Sun Java - Security Vulnerabilities and Updates

Hi mikewanca,

"If it were that easy to protect against Java vulnerabilities, why is the Java cache enabled by default? ". It doesn't necessarily (or at all) answer your question to ask you a question, but here goes: Why is there an option to disable (as opposed to size limit only) this Cache? The answer I realize might not be related.

 

The only reason I limit the cache size is to keep the old stuff at a minimum. I do the same with Firefox and Mozilla disk Cache (FF is at 3000kb and Mozilla at 10MB). Guess it's just a habit, really, trying to preserve disk space.

To answer your second question, the option to disable the cache might be there for various reasons... Just a guess but, possibly some sites update their applets frequently, and you want to always use the latest version?

But what about this?
....don't you think that ONE of the security advisories and alerts put out by Secunia or IDefense or .k-otik would have mentioned disabling the Java cache as a temporary workaround by now?

 

I did some more research and found:
For JRE 1.5.0
http://java.sun.com/j2se/1.5.0/docs/guide/deployment/deployment-guide/jcp.html
(enable/disable caching in JRE 1.5 Control Panel is listed under the General > Temporary Internet Files subpanel and NOT under Security)

For JRE 1.4.2:
http://java.sun.com/j2se/1.4.2/docs/guide/plugin/developer_guide/control_panel.html#cache
links to:
http://java.sun.com/j2se/1.4.2/docs/guide/plugin/developer_guide/applet_caching.html
which says:

and

 

sorry - I goofed with that reference

been reading it all through again and again and - there's nothing concrete there. A few other interesting bits maybe - but nothing that points the finger at the cache though. I'd started thinking "cross-browser" and with the cache in common... was trying to read something into it which just wasn't there - end of story.

best wishes, HJ

 

Here's an interesting discussion of the vitalsecurity.org "firefox-spyware-infects-ie" article, with a concrete suggestion
..... and a screenshot .....
showing how to use the Java Control Panel's Advanced tab to UNcheck two options under Security to prevent users from granting permission to run signed and untrusted content.
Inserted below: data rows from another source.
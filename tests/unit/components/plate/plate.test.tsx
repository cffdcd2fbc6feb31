/** The plate: geometry that holds for any position, two drawers that draw the same, and nothing that gets markup in. */
import { renderToStaticMarkup } from 'react-dom/server';
import { describe, expect, it } from 'vitest';
import { PlateMarks } from '@/components/plate/draw-jsx';
import { drawSvg } from '@/components/plate/draw-svg';
import { plateOf } from '@/components/plate/layout';
import { textWidth } from '@/components/plate/measure';
import { cornerOf, frameInset } from '@/components/plate/place';
import { THEME } from '@/components/plate/tokens';
import { LAYERS, type Mark, type Plate, type PlateRequest } from '@/components/plate/types';
import { heatMapOf, type Reading, readFen } from '@/engine';
import { realPositions } from '../../../support/real-positions';

function readingOf(fen: string): Reading {
  const reading = readFen(fen, 'diagram');
  if (!reading.ok) throw new Error(reading.fault[0].message);
  return reading.value;
}

/** All marks of a plate, groups opened. */
function flat(marks: readonly Mark[]): Mark[] {
  return marks.flatMap((mark) => (mark.type === 'group' ? flat(mark.marks) : [mark]));
}

/** The notes of a margin plate, each as its group of marks. */
function noteGroups(plate: Plate): (readonly Mark[])[] {
  const notes = plate.marks.find((mark) => mark.type === 'group' && mark.key === 'notes');
  return notes?.type === 'group' ? notes.marks.flatMap((mark) => (mark.type === 'group' ? [mark.marks] : [])) : [];
}

interface Box {
  readonly left: number;
  readonly right: number;
  readonly top: number;
  readonly bottom: number;
}

function textBoxes(marks: readonly Mark[]): Box[] {
  return marks.flatMap((mark) =>
    mark.type === 'text'
      ? [
          {
            left: mark.x,
            right: mark.x + textWidth(mark.text, mark.size, mark.weight),
            top: mark.y - mark.size * 0.8,
            bottom: mark.y + mark.size * 0.2,
          },
        ]
      : [],
  );
}

const overlaps = (a: Box, b: Box) => a.left < b.right && b.left < a.right && a.top < b.bottom && b.top < a.bottom;

/** The corners of a hairline: its path is made of M, H, L. */
function corners(mark: Mark): { x: number; y: number }[] {
  if (mark.type !== 'path') return [];
  const points: { x: number; y: number }[] = [];
  for (const [, command = '', numbers = ''] of mark.d.matchAll(/([MHL])([-\d. ]+)/g)) {
    const [x = 0, y = 0] = numbers.trim().split(/ /).map(Number);
    points.push(command === 'H' ? { x, y: points[points.length - 1]?.y ?? 0 } : { x, y });
  }
  return points;
}

const cross = (a: { x: number; y: number }, b: { x: number; y: number }, c: { x: number; y: number }) =>
  Math.sign((b.x - a.x) * (c.y - a.y) - (b.y - a.y) * (c.x - a.x));

function linesCross(a: { x: number; y: number }[], b: { x: number; y: number }[]): boolean {
  return a.slice(1).some((end, i) =>
    b.slice(1).some((otherEnd, j) => {
      const [start, otherStart] = [a[i], b[j]];
      if (!start || !otherStart) return false;
      return (
        cross(start, end, otherStart) * cross(start, end, otherEnd) < 0 &&
        cross(otherStart, otherEnd, start) * cross(otherStart, otherEnd, end) < 0
      );
    }),
  );
}

describe('margin notes, on 400 positions of real games', () => {
  const plates = realPositions(400).map((fen) => plateOf({ reading: readingOf(fen), layer: 'command', width: 1312 }));

  it('are there, five at most, numbered from one', () => {
    expect(plates.filter(({ notes }) => notes.length >= 3).length).toBeGreaterThan(390);
    for (const { notes } of plates)
      expect(notes.map(({ number }) => number)).toEqual(notes.map((_, index) => index + 1));
    expect(Math.max(...plates.map(({ notes }) => notes.length))).toBeLessThanOrEqual(5);
  });

  it('stand inside the figure, beside the board, and do not overlap', () => {
    for (const plate of plates) {
      const groups = noteGroups(plate).map(textBoxes);
      const edge = frameInset(plate.board.size);
      for (const [index, boxes] of groups.entries()) {
        for (const box of boxes) {
          expect(box.left).toBeGreaterThanOrEqual(0);
          expect(box.right).toBeLessThanOrEqual(plate.width);
          expect(box.top).toBeGreaterThanOrEqual(0);
          expect(box.bottom).toBeLessThanOrEqual(plate.height);
          const besideBoard =
            box.right < plate.board.x - edge || box.left > plate.board.x + 8 * plate.board.size + edge;
          expect(besideBoard).toBe(true);
          for (const other of groups.slice(index + 1).flat()) expect(overlaps(box, other)).toBe(false);
        }
      }
    }
  });

  it('have hairlines that cross neither each other nor a man', () => {
    for (const plate of plates) {
      const lines = noteGroups(plate).map((marks) =>
        corners(marks.find((mark) => mark.type === 'path' && mark.d.includes('L')) ?? marks[0]!),
      );
      for (const [index, line] of lines.entries()) {
        for (const other of lines.slice(index + 1)) expect(linesCross(line, other)).toBe(false);
        // On the board the line runs on a grid line, so it passes between squares and never over a man.
        const last = line[line.length - 1];
        const steps = ((last?.y ?? 0) - plate.board.y) / plate.board.size;
        expect(Math.abs(steps - Math.round(steps))).toBeLessThan(0.01);
      }
    }
  });
});

describe('every layer, width and turn', () => {
  const [fen = ''] = realPositions(1);
  const reading = readingOf(fen);
  const man = reading.men.find(({ kind }) => kind === 'knight')?.square ?? null;
  const heat = man ? (heatMapOf(fen, man) ?? null) : null;
  const requests = LAYERS.flatMap((layer) =>
    [1440, 820, 390, 180].flatMap((width) =>
      [false, true].map((flipped): PlateRequest => ({ reading, layer, width, flipped, man, heat })),
    ),
  );

  it('gives finite marks inside the figure', () => {
    for (const request of requests) {
      const plate = plateOf(request);
      expect(drawSvg(plate, 'light')).not.toMatch(/NaN|undefined|Infinity/);
      for (const mark of flat(plate.marks)) {
        if (mark.type === 'path' || mark.type === 'group') continue;
        expect(mark.x).toBeGreaterThanOrEqual(0);
        expect(mark.x).toBeLessThanOrEqual(plate.width);
        expect(mark.y).toBeLessThanOrEqual(plate.height);
      }
    }
  });

  it('is drawn alike by the page and by the file', () => {
    const strengths = THEME.light.strengths as Readonly<Record<string, number>>;
    const paints = THEME.light.paints as Readonly<Record<string, string>>;
    for (const request of requests.filter(({ width }) => width === 820)) {
      const plate = plateOf({ ...request, below: 'none' });
      const onPage = renderToStaticMarkup(<PlateMarks plate={plate} />)
        .replace(/calc\(0\.05 \+ var\(--heat-k\) \* (\d+)\)/g, (_, moves: string) =>
          String(Math.round((0.05 + 0.072 * Number(moves)) * 1000) / 1000),
        )
        .replace(/var\(--([\w-]+)\)/g, (_, name: string) => paints[name] ?? String(strengths[name]))
        .replace(/><\/(path|circle)>/g, '/>')
        .replaceAll('&#x27;', '&#39;');
      const file = drawSvg(plate, 'light');
      const inFile = file
        .slice(file.indexOf('<defs>'))
        .replace(/<rect[^>]*\/>/, '')
        .replace('</svg>', '');
      expect(onPage).toBe(inFile);
    }
  });

  it('has pips that can be counted against the reading', () => {
    const plate = plateOf({ reading, layer: 'control', width: 820, notes: 'none', below: 'none' });
    const over = plate.marks.find((mark) => mark.type === 'group' && mark.key === 'over');
    const groups = over?.type === 'group' ? over.marks : [];
    for (const { square, attackers, behind } of reading.squares) {
      const group = groups.find((mark) => mark.type === 'group' && mark.key === square);
      const marks = group?.type === 'group' ? group.marks : [];
      for (const [side, fill] of [
        ['white', 'paper'],
        ['black', 'indigo'],
      ] as const) {
        const count = attackers[side].length + behind[side].length;
        if (count > 5) continue;
        expect(
          marks.filter((mark) => mark.type === 'circle' && mark.fill === fill),
          `${square} ${side}`,
        ).toHaveLength(count);
      }
      const corner = cornerOf(plate.board, square);
      for (const mark of marks) if (mark.type === 'circle') expect(mark.x).toBeGreaterThan(corner.x);
    }
  });

  it('lets no markup in by caption or title', () => {
    const evil = '"><script>alert(1)</script><text onload="x" & \u0000';
    const svg = drawSvg(
      plateOf({ reading, layer: 'command', width: 700, caption: { title: evil, text: evil } }),
      'light',
    );
    expect(svg).not.toContain('<script');
    expect(svg).not.toContain('onload="x"');
    expect(svg).not.toContain('\u0000');
  });
});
http://www.dslreports.com/forum/remark,12873822~mode=flat
Forums » Up and Running » Security » Firefox Spyware infects IE?

I'll have to consider installing JRE 1.5 since I don't see any comparable settings in JRE 1.4.2_07

 

Mike,

Thanks for the link, which is indeed a very interesting read. I've read a few other articles on the nonsense that Firefox Firefox Spyware infects IE, but this has more user information than most..

Ramona

 

You're welcome, Ramona.

Thanks to Hugh too

 

Good point, but I'll offer my reply to your question to the best of my 'memory'.

When the trojan outbreak through SUN Java occurred & hit me, besides specifically recalling that the cache was responsible, I recall the following: the day this was all over news sites the Cache was part of the explanation/story & there was mention that disabling it prevented the vulnerability. However, correct, it wasn't suggested as a temporary workaround because there was a solution available to simply update Java.

There is no proof of Cache vulnerability in current versions. IMHO & expressed by others, turning off the Cache in the current version is a secure preventative measure in the case or likelyhood that hackers continue to target this for malicious entry.

If you & Hugh are now determing that the cross browser vulnerability that Hugh mentioned is not related to the Java Cache being enabled, then what in your opinion caused it?

I do belatedly 'admit' that I had earlier located the link Hugh found, but reading it was unclear to me so I didn't then feel it would be helpful.

Yes, I realize I have not provided you the proof, & it does very much puzzle me that I can't locate the references as there were so many (99-100% similar / repetitive) within a period of 1-2 days when it occurred.

I may have initially posted a link in a different forum (without a very effective internal search) but I will try to find it next time I'm there.

 

You'll need to provide more detail on what trojan hit you and how you cleaned your system. If I were you, I'd post a question in the Security forum here. Those people have more experience with this sort of thing.

 

I don't recall the trojan names that were in the cache as I felt no need to remember them after researching & cleaning. Nor do I recall the cleaning steps or whether it was CA VET or Trojan Hunter etc as I 'personally' had no need to remember that. In the recess of unintentional memory I vaguely believe the trojan name definitely included the word Java & there were 3 the same with 1 suffix letter different, & 1 different (all at the same time).

I don't feel a need to post it in another Forum as I'm not currently infected + I have confidence in keeping the Java Cache disabled & it causes me zero noticeable surfing speed issues. Further, my descriptions to you will not tell someone else which trojans were involved.